Wednesday, June 15, 2016

Database checks help us test

Reading around what people write on testing and test automation, I get the feeling that there are these two big camps of information. There's a lot of stuff on unit test automation, and there's a lot of stuff about system test automation, in particular things like Selenium. It could just be what catches my eye, but I wanted to dedicate a small piece of writing to my one current favorite of test code we run: database checks.


Four years ago, as we were starting our efforts with automation, we focused heavily on unit tests to fail with them in various ways. We could use a lot of time creating them, but with lack of skill we ended up doing tests that lock implementation not behavior, and a maintenance nightmare. In addition, the tests never failed for anything useful. So they vanished.

Two years ago, we then focused on Selenium. The tests found relevant things, and covered ground that developers found somewhat boring to cover. But as the amount of these tests grew, so did the troubles with brittleness. We then identified the subset of tests that would run so that we'd be able to rely on their results.

Less than a year ago, we moved our unit tests from Asserts testing more towards Approval testing. It ended up helping us check complex objects without a lot of maintenance work, and encouraged the team to look for better interfaces to test through.

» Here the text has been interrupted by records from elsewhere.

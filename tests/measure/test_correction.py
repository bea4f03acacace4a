"""A document made into a correction: the chain, what falls back, what is flagged, and what nothing can upset."""

from math import exp, isfinite, log

import pytest
from hypothesis import given, settings
from hypothesis import strategies as st

from intervals import (
    COINCIDENCE,
    EXAMPLE,
    GROWTH,
    LAYOUT,
    LINEAR,
    MARCH,
    NO_COUNTS,
    channel,
    correction,
    document,
    interval,
)
from motekeep.instant import Instant
from motekeep.measure.correction import compile_document
from motekeep.measure.document_text import parse
from motekeep.measure.interval import EMPTY, Channel, Climate, FrameCount, Interval
from motekeep.measure.reading import FAIL, NOT_EVALUATED, PASS, SUSPECT, Value, make_reading
from motekeep.measure.steps.humidity_growth import mass_factor

HUMID = Climate(70.0, 12.0, "frame")
ALL = "pm1 = { u = 0.3 }\npm2_5 = { u = 0.5 }\npm10 = { u = 1.0 }"


def test_steps_act_one_after_the_other_on_the_figure() -> None:
    got = correction(GROWTH + LINEAR)(interval(climate=HUMID))
    assert got.values[1].value == pytest.approx(0.9 * 12.0 / mass_factor(0.4, 70.0) + 0.5)
    assert (got.values[1].raw, got.flag) == (12.0, PASS)
    other_way = correction(LINEAR + GROWTH)(interval(climate=HUMID))
    assert other_way.values[1].value == pytest.approx((0.9 * 12.0 + 0.5) / mass_factor(0.4, 70.0))


def test_the_document_it_was_made_with_is_stated() -> None:
    text = document(LINEAR)
    got = compile_document(parse(text))(interval())
    assert got.calibration is not None
    assert (got.calibration.issue, got.calibration.digest) == (3, parse(text).digest)


def test_channels_without_a_residual_pass_raw_without_u_and_are_named() -> None:
    got = correction(LINEAR)(interval())
    assert got.values[0] == Value(6.0, 6.0, None)
    assert got.values[2] == Value(15.0, 15.0, None)
    assert got.reasons == ("uncalibrated:pm1", "uncalibrated:pm10")
    assert got.flag == PASS


def test_a_step_acts_on_its_channels_only() -> None:
    line = LINEAR.replace('kind = "linear"', 'kind = "linear"\nchannels = ["pm2_5"]')
    got = correction(GROWTH + line, residual=ALL)(interval(climate=HUMID))
    factor = mass_factor(0.4, 70.0)
    assert [v.value for v in got.values] == pytest.approx([6.0 / factor, 0.9 * 12.0 / factor + 0.5, 15.0 / factor])


# -- climate --------------------------------------------------------------------


@pytest.mark.parametrize(
    ("climate", "reason"),
    [
        (None, "climate-missing"),
        (Climate(70.0, 12.0, "mqtt", age_s=301.0), "climate-stale"),
        (Climate(130.0, 12.0, "mqtt"), "climate-implausible"),
        (Climate(-1.0, 12.0, "mqtt"), "climate-implausible"),
        (Climate(float("nan"), 12.0, "mqtt"), "climate-implausible"),
        (Climate(70.0, 400.0, "mqtt"), "climate-implausible"),
    ],
)
def test_without_usable_humidity_the_figure_falls_back_to_raw_and_says_why(
    climate: Climate | None, reason: str
) -> None:
    got = correction(GROWTH + LINEAR)(interval(climate=climate))
    assert got.values[1] == Value(12.0, 12.0, None)
    assert got.flag == SUSPECT
    assert got.reasons[1:3] == (reason, "uncorrected:pm2_5")
    assert got.calibration is None


def test_humidity_is_never_remembered_from_an_earlier_interval() -> None:
    correct = correction(GROWTH)
    correct(interval(climate=HUMID))
    assert correct(interval()).values[1] == Value(12.0, 12.0, None)


def test_a_channel_that_needs_no_climate_is_corrected_without_it() -> None:
    growth = GROWTH.replace('kind = "humidity-growth"', 'kind = "humidity-growth"\nchannels = ["pm2_5"]')
    got = correction(growth + LINEAR, residual=ALL)(interval())
    assert got.values[1] == Value(12.0, 12.0, None)
    assert got.values[2].value == pytest.approx(0.9 * 15.0 + 0.5)
    assert got.flag == SUSPECT
    assert got.calibration is not None


def test_a_temperature_term_needs_a_temperature() -> None:
    warm = LINEAR + "t_term = { value = 0.1, u = 0.01 }\n"
    missing = correction(warm)(interval(climate=Climate(70.0, None, "frame")))
    assert missing.values[1] == Value(12.0, 12.0, None)
    assert "climate-missing" in missing.reasons
    there = correction(warm)(interval(climate=HUMID))
    assert there.values[1].value == pytest.approx(0.9 * 12.0 + 0.5 + 0.1 * 12.0)


def test_fog_fails_and_high_humidity_is_suspect() -> None:
    correct = correction(GROWTH)
    assert correct(interval(climate=Climate(90.0, 12.0, "frame"))).flag == SUSPECT
    fog = correct(interval(climate=Climate(98.0, 12.0, "frame")))
    assert fog.flag == FAIL
    assert "fog" in fog.reasons
    assert fog.values[1].value == pytest.approx(12.0 / mass_factor(0.4, 85.0))


# -- counts --------------------------------------------------------------------


def test_coincidence_raises_mass_by_the_share_that_was_lost() -> None:
    got = correction(COINCIDENCE, residual=ALL)(interval())
    observed = 1800.0 / 100.0 * 2.0e-3
    factor = got.values[1].value
    assert factor is not None
    factor /= 12.0
    # N exp(-N V) of the factor's own N V gives back what was observed.
    assert log(factor) * exp(-log(factor)) == pytest.approx(observed)
    assert [v.value / v.raw for v in got.values if v.value and v.raw] == pytest.approx([factor] * 3)


def test_a_censored_count_gives_no_number_and_keeps_the_raw_one() -> None:
    got = correction(COINCIDENCE)(interval(censored=1))
    assert got.values[1] == Value(12.0, None, None)
    assert got.flag == FAIL
    assert "coincidence-censored" in got.reasons
    assert got.calibration is not None


def test_a_dialect_without_counts_falls_back_to_raw() -> None:
    bare = interval(mass=(12.0, 15.0), layout=NO_COUNTS)
    got = correction(COINCIDENCE)(bare)
    assert got.values[0] == Value(12.0, 12.0, None)
    assert got.flag == SUSPECT
    assert "counts-missing" in got.reasons


# -- validity --------------------------------------------------------------------


def test_out_of_range_use_is_corrected_and_suspect() -> None:
    correct = compile_document(parse(EXAMPLE.encode()))
    inside = correct(interval(climate=HUMID))
    too_much = correct(interval(mass=(100.0, 151.0, 200.0), climate=HUMID))
    too_dry = correct(interval(climate=Climate(19.0, 12.0, "frame")))
    assert "calibration-out-of-range" not in inside.reasons
    for got in (too_much, too_dry):
        assert got.flag == SUSPECT
        assert "calibration-out-of-range" in got.reasons
        assert got.values[1].u is not None


def test_a_stated_range_of_rh_counts_for_steps_that_do_not_need_it_where_rh_is_known() -> None:
    text = document(LINEAR).replace(b"rh = [0.0, 100.0]", b"rh = [20.0, 60.0]")
    assert b"rh = [20.0, 60.0]" in text
    dry_air_only = compile_document(parse(text))
    got = [dry_air_only(interval(climate=c)) for c in (Climate(50.0, 12.0, "frame"), HUMID, None)]
    assert ["calibration-out-of-range" in g.reasons for g in got] == [False, True, False]
    assert all(g.values[1].u is not None for g in got)


@pytest.mark.parametrize(
    ("at", "trusted", "reason"),
    [
        (MARCH + 300 * 86400, True, "calibration-expired"),
        (MARCH - 150 * 86400, True, "calibration-early"),
        (MARCH + 300 * 86400, False, None),
    ],
)
def test_dates_decide_only_on_a_clock_that_is_trusted(at: float, trusted: bool, reason: str | None) -> None:
    got = correction(LINEAR)(interval(at=at, trusted=trusted))
    assert got.flag == (PASS if reason is None else SUSPECT)
    assert (reason in got.reasons) if reason else not any(r.startswith("calibration") for r in got.reasons)
    assert got.values[1].value == pytest.approx(11.3)


def test_a_reading_made_of_it_has_the_flag_of_its_worst_part() -> None:
    reading = make_reading(interval(climate=Climate(90.0, 12.0, "frame")), correction(GROWTH), {"fan-stopped": FAIL})
    assert reading.flag == FAIL
    assert {"humidity-high", "fan-stopped"} <= set(reading.reasons)
    assert reading.calibration is not None


def test_an_empty_channel_has_no_figure() -> None:
    full = interval()
    hole = Interval(
        **{f: getattr(full, f) for f in Interval.__dataclass_fields__ if f != "mass"},
        mass=(full.mass[0], EMPTY, full.mass[2]),
    )
    got = correction(LINEAR)(hole)
    assert got.values[1] == Value(None, None, None)


def test_an_interval_without_frames_is_not_evaluated() -> None:
    assert correction(LINEAR)(interval(layout=None)).flag == NOT_EVALUATED


numbers = st.floats(0.0, 1e5)
channels = st.builds(
    lambda n, mean, sd, lag, censored: channel(mean, sd, n, lag1=lag, censored=censored) if n else EMPTY,
    st.integers(0, 60),
    numbers,
    numbers,
    st.floats(-1.0, 1.0),
    st.integers(0, 3),
)
climates = st.none() | st.builds(
    Climate,
    st.floats(allow_nan=True, allow_infinity=True),
    st.none() | st.floats(allow_nan=True, allow_infinity=True),
    st.just("frame"),
    st.floats(0.0, 1e4),
)
EVERYTHING = correction(
    COINCIDENCE
    + '[[step]]\nkind = "flow"\nfactor = { value = 1.2, u = 0.1 }\n'
    + GROWTH
    + '[[step]]\nkind = "piecewise"\nat = [0.0, 20.0, 80.0]\n'
    + "to = [{ value = 0.0, u = 0.1 }, { value = 18.0, u = 0.5 }, { value = 90.0, u = 3.0 }]\n"
    + LINEAR
    + "rh_term = { value = -0.03, u = 0.01 }\nt_term = { value = 0.05, u = 0.02 }\n"
    + '[[step]]\nkind = "limits"\nlow = 0.0\nhigh = 500.0\n',
    residual=ALL,
    scale=60.0,
)


@settings(max_examples=60, deadline=None)
@given(st.tuples(channels, channels, channels), st.tuples(*[channels] * 6), climates)
def test_no_interval_upsets_it_and_no_figure_without_a_number_leaves_it(
    mass: tuple[Channel, ...], counts: tuple[Channel, ...], climate: Climate | None
) -> None:
    at = Instant(MARCH, 1.0, "boot", trusted=True)
    got = EVERYTHING(Interval("north", at, 60.0, FrameCount(60), LAYOUT, mass, (), counts, climate))
    for value, own in zip(got.values, mass, strict=True):
        assert (value.raw is None) == (own.n == 0)
        for number in (value.value, value.u, value.u_random):
            assert number is None or (isfinite(number) and number >= 0.0)
        if value.u is not None and value.u_random is not None:
            assert value.u_random <= value.u
        if value.value is None and value.raw is not None:
            assert got.flag == FAIL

I don't even remember exactly when the idea of database checks came up. There was just this recurring theme with stuff I'd find that revealed some of our functionalities broke the data. It was painful to test that, because you would only see the brokenness through other functionalities or over a longer time. So we started adding the rules of what the data should be, and made it automatic so that it would alert when I used features that messed up the data, or similarly, when users used features in production that messed up the data.

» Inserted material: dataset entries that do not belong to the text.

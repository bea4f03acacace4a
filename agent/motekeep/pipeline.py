"""The pure composition: bytes and instants in, documents out. The very same object live and in replay.

Owns the spans: wall-aligned, one for all sensors, measured by the boot clock. A step of the wall clock ends the span
at once, so that no interval has two offsets; the next one is aligned with the new clock. Time comes in with every
call and must not run backwards by the boot clock.
"""

import json
from collections.abc import Iterable, Mapping
from contextlib import suppress
from dataclasses import dataclass, field
from typing import Any

from motekeep.health.active_check import ActiveSchedule
from motekeep.health.check import LineState
from motekeep.health.finding import Category, Finding, FindingEvent
from motekeep.health.gateway import GatewayFacts, GatewayHealth
from motekeep.health.sensor import DEFAULT_LIMITS, SensorHealth
from motekeep.instant import Instant, from_rfc3339, rfc3339
from motekeep.measure.account import Account, Limits
from motekeep.measure.amendment import Amendment, Amendments
from motekeep.measure.climate import FIXED
from motekeep.measure.correction import compile_document
from motekeep.measure.document import CalibrationDocument
from motekeep.measure.dose import Dose, ServiceKind
from motekeep.measure.hourly import Hourly, sample_of
from motekeep.measure.interval import Accumulator, Cadence, Climate, frame_climate
from motekeep.measure.reading import Correction, make_reading, refused, uncorrected
from motekeep.message.compose import Place, amend_document, finding_document, reading_document
from motekeep.message.documents import (
    AmendDocument,
    FindingDocument,
    HourlyDocument,
    ReadingDocument,
    ServiceDocument,
)
from motekeep.message.health import SensorAccount
from motekeep.message.hourly import hourly_document, sample_of_document
from motekeep.ring import Ring
from motekeep.wire.frame import Damage, Decoder, Dialect, Observation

The tests weren't particularly granular. We could tell who used application in a way that triggered the database checks, but not what they were doing. We could tell the problem happened in last 24 hours, but in production there was always a delay.

Running checks in test environment with what the team was doing was more granular. But even the detective work needed to figure out what needed addressing wasn't impossible - since we knew the work existed with the checks.

Out of all the things we've done for automation, these have helped us the most. The little extensions to what a person has the energy to continuously observe on a database level finds relevant problems.


There is just one big challenge: discipline. Keeping up with the idea of considering detective work a priority, to address causes over symptoms. We're still working in untriggered volunteering of this work to share with the team.